15. Regarding removal of Petitioner No. 1 from the post of Managing Director and appointment of Sh. Ajit Singh, Respondent No. 2, the Respondents have placed on record the copy of Minutes Books on 19.6.2001 wherein they have shown presence of S/Sh. Mahendra Sahai and Ajit Singh in the meeting where as they have not signed the Minutes Books showing their presence. By a common consent, Sh. Ajit Singh was asked to chair the Meeting. The Chairman declared that the requisite quorum was present and called the meeting to order. No notice was issued for the Board Meeting purported, to be held either of removal of Sh. Manhendra Sahai as well as appointment of Sh. Ajit Singh as Managing Director as admitted by the Learned Counsel for Respondents during the arguments. Similarly, the Respondents allotted 1523 shares of Rs. 100/- each to themselves and their family member on 13.3.2002 plus reducing shareholding of petitioners from 23.03 % to 9 %. The Respondents have failed to place any record of Board Meeting for allotment of this shares form No. 2 filed with ROC is dated 1.3.2002 whereas the allotment was made on 13.3.2002 which indicates the malafide intention of the Respondents. The Board Meeting held on 19.6.2001 and the From No. 32 filed by the Respondents are set aside. The Petitioner is reinstated as Managing Director of the company in place of Sh. Ajit Singh. The allotment of 1523 shares of Rs. 100/- each allotted to the family members of the Respondents on 13.3.2002 are also set aside. Both the parties are not in a position to work together and Managing Director was removed without proper notice and Board Meeting after the period of 23 years. Learned Counsel for Respondents have argued that the Petitioner should not be given an option to go out of the company as they are willing to reinstate Sh. Mahendra Sahai as Managing Director and also cancel the allotment of 1523 shares given to their family members. However, this position was not acceptable to petitioners, as they have lost their faith in the company. It seems to be after thought of the Respondent to frustrate the petition.

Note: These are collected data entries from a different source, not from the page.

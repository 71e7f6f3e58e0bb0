package org.ventcase.thermo;

import java.util.Arrays;

import org.ventcase.common.PhysicalConstants;

/**
 * Ideal-gas isobaric heat capacity as a polynomial in temperature,
 * Cp/R = a0 + a1 T + a2 T^2 + a3 T^3 + a4 T^4 (T in K), with its range of validity and source.
 * Enthalpy and entropy are its exact integrals. Outside [tMinK, tMaxK] the polynomial is still
 * evaluated (a cubic EOS calculation needs a value), and callers attach a warning: see
 * {@link #inRange(double)}.
 *
 * @param a      coefficients a0..a4 of Cp/R (a0 dimensionless, a1 in 1/K, ...); copied
 * @param tMinK  lower end of the fitted range, K
 * @param tMaxK  upper end of the fitted range, K
 * @param source where the coefficients come from
 */
public record IdealGasCp(double[] a, double tMinK, double tMaxK, String source) {

    public IdealGasCp {
        if (a == null || a.length != 5) {
            throw new IllegalArgumentException("ideal-gas Cp needs 5 coefficients a0..a4");
        }
        for (double c : a) {
            if (!Double.isFinite(c)) {
                throw new IllegalArgumentException("ideal-gas Cp coefficient is not finite");
            }
        }
        if (!(tMinK > 0 && tMaxK > tMinK)) {
            throw new IllegalArgumentException("ideal-gas Cp range must satisfy 0 < Tmin < Tmax");
        }
        a = a.clone();
        if (source == null || source.isBlank()) {
            throw new IllegalArgumentException("ideal-gas Cp coefficients need a source");
        }
    }

    @Override
    public double[] a() {
        return a.clone();
    }

    /** Cp/R at T. */
    public double cpOverR(double t) {
        return a[0] + t * (a[1] + t * (a[2] + t * (a[3] + t * a[4])));
    }

    /** Cp in J/(mol K). */
    public double cp(double t) {
        return PhysicalConstants.R * cpOverR(t);
    }

    /** H(T) - H(T0) in J/mol, exact integral of the polynomial. */
    public double enthalpyChange(double t0, double t) {
        return PhysicalConstants.R * (hPrim(t) - hPrim(t0));
    }

    /** S(T, P) - S(T0, P) at constant pressure in J/(mol K), exact integral of Cp/T. */
    public double entropyChange(double t0, double t) {
        return PhysicalConstants.R * (sPrim(t) - sPrim(t0));
    }

    private double hPrim(double t) {
        return t * (a[0] + t * (a[1] / 2 + t * (a[2] / 3 + t * (a[3] / 4 + t * a[4] / 5))));
    }

    private double sPrim(double t) {
        return a[0] * Math.log(t) + t * (a[1] + t * (a[2] / 2 + t * (a[3] / 3 + t * a[4] / 4)));
    }

    /** Whether T lies inside the fitted range. */
    public boolean inRange(double t) {
        return t >= tMinK && t <= tMaxK;
    }

    @Override
    public boolean equals(Object o) {
        return o instanceof IdealGasCp c && Arrays.equals(a, c.a) && tMinK == c.tMinK && tMaxK == c.tMaxK
                && source.equals(c.source);
    }

    @Override
    public int hashCode() {
        return Arrays.hashCode(a) * 31 + source.hashCode();
    }

    @Override
    public String toString() {
        return "IdealGasCp" + Arrays.toString(a) + " [" + tMinK + ", " + tMaxK + "] K (" + source + ")";
    }
}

16. There are ample number of cases in which this Board has allowed the parties to part ways to find a permanent solution of the problem. I am of the view that this is a fit case of giving an option to the Petitioners in case, they desires to out of the company on return of their investment made in the respondent company. If petitioners are willing to part with shares, then the Respondent company should purchase the shares on valuation to be made by an independent valuer, The valuation shall be based on the balance sheet as on 31.3.2001 being the approximate date after the Petitioner was removed from the Managing Directorship. In case the petitioners desire to go out the company, liberty is given to them for making an application for appointment of valuer by this Board in consultation with both the parties.
17. With the above direction the petition is disposed of. There is no order as to cost.